SUPPLIED MATERIAL Block Start

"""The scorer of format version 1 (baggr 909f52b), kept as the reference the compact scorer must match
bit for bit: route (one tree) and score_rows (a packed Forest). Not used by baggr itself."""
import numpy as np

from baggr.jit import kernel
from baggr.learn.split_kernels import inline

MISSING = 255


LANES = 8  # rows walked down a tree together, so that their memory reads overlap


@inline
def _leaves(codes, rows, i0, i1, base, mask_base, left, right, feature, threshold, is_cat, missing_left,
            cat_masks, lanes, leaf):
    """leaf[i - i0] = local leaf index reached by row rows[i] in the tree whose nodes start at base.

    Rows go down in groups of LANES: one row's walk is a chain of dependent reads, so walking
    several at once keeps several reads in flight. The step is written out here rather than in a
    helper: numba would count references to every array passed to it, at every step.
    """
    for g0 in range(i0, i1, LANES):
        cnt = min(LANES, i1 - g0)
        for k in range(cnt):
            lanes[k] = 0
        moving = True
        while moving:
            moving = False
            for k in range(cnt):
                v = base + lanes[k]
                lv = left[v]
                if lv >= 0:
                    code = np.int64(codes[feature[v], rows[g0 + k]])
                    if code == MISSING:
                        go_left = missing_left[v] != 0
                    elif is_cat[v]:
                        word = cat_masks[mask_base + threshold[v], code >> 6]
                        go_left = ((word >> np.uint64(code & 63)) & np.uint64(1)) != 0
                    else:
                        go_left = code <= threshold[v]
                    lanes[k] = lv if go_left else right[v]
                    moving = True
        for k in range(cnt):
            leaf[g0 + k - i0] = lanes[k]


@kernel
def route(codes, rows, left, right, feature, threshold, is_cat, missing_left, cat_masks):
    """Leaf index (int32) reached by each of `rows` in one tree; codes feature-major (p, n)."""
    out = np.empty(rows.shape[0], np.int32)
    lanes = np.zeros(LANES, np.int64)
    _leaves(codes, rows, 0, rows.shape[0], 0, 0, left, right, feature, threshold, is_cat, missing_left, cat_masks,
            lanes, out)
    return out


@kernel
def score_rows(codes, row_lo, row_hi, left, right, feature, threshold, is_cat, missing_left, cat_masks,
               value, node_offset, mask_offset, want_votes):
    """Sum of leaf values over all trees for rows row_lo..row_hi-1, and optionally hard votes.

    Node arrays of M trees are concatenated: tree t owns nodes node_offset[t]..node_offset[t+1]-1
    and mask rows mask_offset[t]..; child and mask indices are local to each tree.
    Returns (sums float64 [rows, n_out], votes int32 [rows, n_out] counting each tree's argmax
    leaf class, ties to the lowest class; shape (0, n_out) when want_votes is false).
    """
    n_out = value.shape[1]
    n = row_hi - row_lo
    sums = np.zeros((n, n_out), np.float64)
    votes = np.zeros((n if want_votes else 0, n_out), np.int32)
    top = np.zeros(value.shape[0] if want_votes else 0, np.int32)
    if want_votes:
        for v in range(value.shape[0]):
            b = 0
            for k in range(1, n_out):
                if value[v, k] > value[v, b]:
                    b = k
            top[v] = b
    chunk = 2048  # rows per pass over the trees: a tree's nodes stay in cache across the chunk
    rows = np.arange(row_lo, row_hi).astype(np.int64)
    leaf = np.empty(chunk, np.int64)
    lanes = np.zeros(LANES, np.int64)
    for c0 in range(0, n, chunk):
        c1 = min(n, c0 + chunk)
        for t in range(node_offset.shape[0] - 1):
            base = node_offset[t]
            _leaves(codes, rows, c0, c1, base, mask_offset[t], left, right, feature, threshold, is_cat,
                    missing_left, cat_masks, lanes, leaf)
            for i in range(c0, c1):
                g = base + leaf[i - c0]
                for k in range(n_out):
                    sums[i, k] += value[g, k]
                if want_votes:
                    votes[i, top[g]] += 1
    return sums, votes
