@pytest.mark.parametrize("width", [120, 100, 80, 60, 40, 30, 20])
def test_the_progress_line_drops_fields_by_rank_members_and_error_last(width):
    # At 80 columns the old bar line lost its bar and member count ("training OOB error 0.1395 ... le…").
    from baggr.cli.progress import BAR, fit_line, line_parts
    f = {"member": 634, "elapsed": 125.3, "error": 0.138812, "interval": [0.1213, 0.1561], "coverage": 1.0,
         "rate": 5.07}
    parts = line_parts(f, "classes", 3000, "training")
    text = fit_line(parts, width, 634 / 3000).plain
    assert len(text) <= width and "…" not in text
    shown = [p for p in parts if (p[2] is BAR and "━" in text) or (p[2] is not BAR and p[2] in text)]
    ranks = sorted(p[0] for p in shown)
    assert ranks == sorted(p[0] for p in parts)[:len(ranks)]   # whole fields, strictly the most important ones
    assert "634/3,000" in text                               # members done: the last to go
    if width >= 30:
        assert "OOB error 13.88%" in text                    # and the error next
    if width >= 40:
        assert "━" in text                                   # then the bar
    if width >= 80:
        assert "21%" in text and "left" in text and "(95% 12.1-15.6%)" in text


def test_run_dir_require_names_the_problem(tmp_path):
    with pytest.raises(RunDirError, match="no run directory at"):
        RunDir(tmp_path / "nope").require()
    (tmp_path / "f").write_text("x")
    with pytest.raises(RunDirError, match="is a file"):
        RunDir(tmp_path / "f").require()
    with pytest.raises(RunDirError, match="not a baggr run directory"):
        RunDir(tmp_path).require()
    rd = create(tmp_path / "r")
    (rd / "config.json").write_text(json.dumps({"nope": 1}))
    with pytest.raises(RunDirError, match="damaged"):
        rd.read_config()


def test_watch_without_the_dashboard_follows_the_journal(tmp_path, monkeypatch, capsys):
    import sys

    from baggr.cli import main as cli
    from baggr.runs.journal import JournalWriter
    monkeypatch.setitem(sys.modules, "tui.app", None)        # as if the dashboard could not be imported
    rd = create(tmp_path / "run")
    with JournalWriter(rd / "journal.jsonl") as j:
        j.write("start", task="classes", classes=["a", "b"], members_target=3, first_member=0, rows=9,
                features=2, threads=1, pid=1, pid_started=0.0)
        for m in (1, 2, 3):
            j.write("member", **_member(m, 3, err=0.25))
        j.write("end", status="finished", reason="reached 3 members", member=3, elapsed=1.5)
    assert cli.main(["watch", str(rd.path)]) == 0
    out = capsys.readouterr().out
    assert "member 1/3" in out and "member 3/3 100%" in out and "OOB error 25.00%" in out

SUPPLIED MATERIAL Block End

--- PROBLEM DETAILS ---
Copy the entries above exactly. Miss none of them.

--- ANSWER TO THIS EXERCISE ---
"""The scorer of format version 1 (baggr 909f52b), kept as the reference the compact scorer must match
bit for bit: route (one tree) and score_rows (a packed Forest). Not used by baggr itself."""
import numpy as np

from baggr.jit import kernel
from baggr.learn.split_kernels import inline

MISSING = 255


LANES = 8  # rows walked down a tree together, so that their memory reads overlap


@inline
def _leaves(codes, rows, i0, i1, base, mask_base, left, right, feature, threshold, is_cat, missing_left,
            cat_masks, lanes, leaf):
    """leaf[i - i0] = local leaf index reached by row rows[i] in the tree whose nodes start at base.

    Rows go down in groups of LANES: one row's walk is a chain of dependent reads, so walking
    several at once keeps several reads in flight. The step is written out here rather than in a
    helper: numba would count references to every array passed to it, at every step.
    """
    for g0 in range(i0, i1, LANES):
        cnt = min(LANES, i1 - g0)
        for k in range(cnt):
            lanes[k] = 0
        moving = True
        while moving:
            moving = False
            for k in range(cnt):
                v = base + lanes[k]
                lv = left[v]
                if lv >= 0:
                    code = np.int64(codes[feature[v], rows[g0 + k]])
                    if code == MISSING:
                        go_left = missing_left[v] != 0
                    elif is_cat[v]:
                        word = cat_masks[mask_base + threshold[v], code >> 6]
                        go_left = ((word >> np.uint64(code & 63)) & np.uint64(1)) != 0
                    else:
                        go_left = code <= threshold[v]
                    lanes[k] = lv if go_left else right[v]
                    moving = True
        for k in range(cnt):
            leaf[g0 + k - i0] = lanes[k]


@kernel
def route(codes, rows, left, right, feature, threshold, is_cat, missing_left, cat_masks):
    """Leaf index (int32) reached by each of `rows` in one tree; codes feature-major (p, n)."""
    out = np.empty(rows.shape[0], np.int32)
    lanes = np.zeros(LANES, np.int64)
    _leaves(codes, rows, 0, rows.shape[0], 0, 0, left, right, feature, threshold, is_cat, missing_left, cat_masks,
            lanes, out)
    return out


@kernel
def score_rows(codes, row_lo, row_hi, left, right, feature, threshold, is_cat, missing_left, cat_masks,
               value, node_offset, mask_offset, want_votes):
    """Sum of leaf values over all trees for rows row_lo..row_hi-1, and optionally hard votes.

    Node arrays of M trees are concatenated: tree t owns nodes node_offset[t]..node_offset[t+1]-1
    and mask rows mask_offset[t]..; child and mask indices are local to each tree.
    Returns (sums float64 [rows, n_out], votes int32 [rows, n_out] counting each tree's argmax
    leaf class, ties to the lowest class; shape (0, n_out) when want_votes is false).
    """
    n_out = value.shape[1]
    n = row_hi - row_lo
    sums = np.zeros((n, n_out), np.float64)
    votes = np.zeros((n if want_votes else 0, n_out), np.int32)
    top = np.zeros(value.shape[0] if want_votes else 0, np.int32)
    if want_votes:
        for v in range(value.shape[0]):
            b = 0
            for k in range(1, n_out):
                if value[v, k] > value[v, b]:
                    b = k
            top[v] = b
    chunk = 2048  # rows per pass over the trees: a tree's nodes stay in cache across the chunk
    rows = np.arange(row_lo, row_hi).astype(np.int64)
    leaf = np.empty(chunk, np.int64)
    lanes = np.zeros(LANES, np.int64)
    for c0 in range(0, n, chunk):
        c1 = min(n, c0 + chunk)
        for t in range(node_offset.shape[0] - 1):
            base = node_offset[t]
            _leaves(codes, rows, c0, c1, base, mask_offset[t], left, right, feature, threshold, is_cat,
                    missing_left, cat_masks, lanes, leaf)
            for i in range(c0, c1):
                g = base + leaf[i - c0]
                for k in range(n_out):
                    sums[i, k] += value[g, k]
                if want_votes:
                    votes[i, top[g]] += 1
    return sums, votes
@pytest.mark.parametrize("width", [120, 100, 80, 60, 40, 30, 20])
def test_the_progress_line_drops_fields_by_rank_members_and_error_last(width):
    # At 80 columns the old bar line lost its bar and member count ("training OOB error 0.1395 ... le…").
    from baggr.cli.progress import BAR, fit_line, line_parts
    f = {"member": 634, "elapsed": 125.3, "error": 0.138812, "interval": [0.1213, 0.1561], "coverage": 1.0,
         "rate": 5.07}
    parts = line_parts(f, "classes", 3000, "training")
    text = fit_line(parts, width, 634 / 3000).plain
    assert len(text) <= width and "…" not in text
    shown = [p for p in parts if (p[2] is BAR and "━" in text) or (p[2] is not BAR and p[2] in text)]
    ranks = sorted(p[0] for p in shown)
    assert ranks == sorted(p[0] for p in parts)[:len(ranks)]   # whole fields, strictly the most important ones
    assert "634/3,000" in text                               # members done: the last to go
    if width >= 30:
        assert "OOB error 13.88%" in text                    # and the error next
    if width >= 40:
        assert "━" in text                                   # then the bar
    if width >= 80:
        assert "21%" in text and "left" in text and "(95% 12.1-15.6%)" in text


def test_run_dir_require_names_the_problem(tmp_path):
    with pytest.raises(RunDirError, match="no run directory at"):
        RunDir(tmp_path / "nope").require()
    (tmp_path / "f").write_text("x")
    with pytest.raises(RunDirError, match="is a file"):
        RunDir(tmp_path / "f").require()
    with pytest.raises(RunDirError, match="not a baggr run directory"):
        RunDir(tmp_path).require()
    rd = create(tmp_path / "r")
    (rd / "config.json").write_text(json.dumps({"nope": 1}))
    with pytest.raises(RunDirError, match="damaged"):
        rd.read_config()


def test_watch_without_the_dashboard_follows_the_journal(tmp_path, monkeypatch, capsys):
    import sys

    from baggr.cli import main as cli
    from baggr.runs.journal import JournalWriter
    monkeypatch.setitem(sys.modules, "tui.app", None)        # as if the dashboard could not be imported
    rd = create(tmp_path / "run")
    with JournalWriter(rd / "journal.jsonl") as j:
        j.write("start", task="classes", classes=["a", "b"], members_target=3, first_member=0, rows=9,
                features=2, threads=1, pid=1, pid_started=0.0)
        for m in (1, 2, 3):
            j.write("member", **_member(m, 3, err=0.25))
        j.write("end", status="finished", reason="reached 3 members", member=3, elapsed=1.5)
    assert cli.main(["watch", str(rd.path)]) == 0
    out = capsys.readouterr().out
    assert "member 1/3" in out and "member 3/3 100%" in out and "OOB error 25.00%" in out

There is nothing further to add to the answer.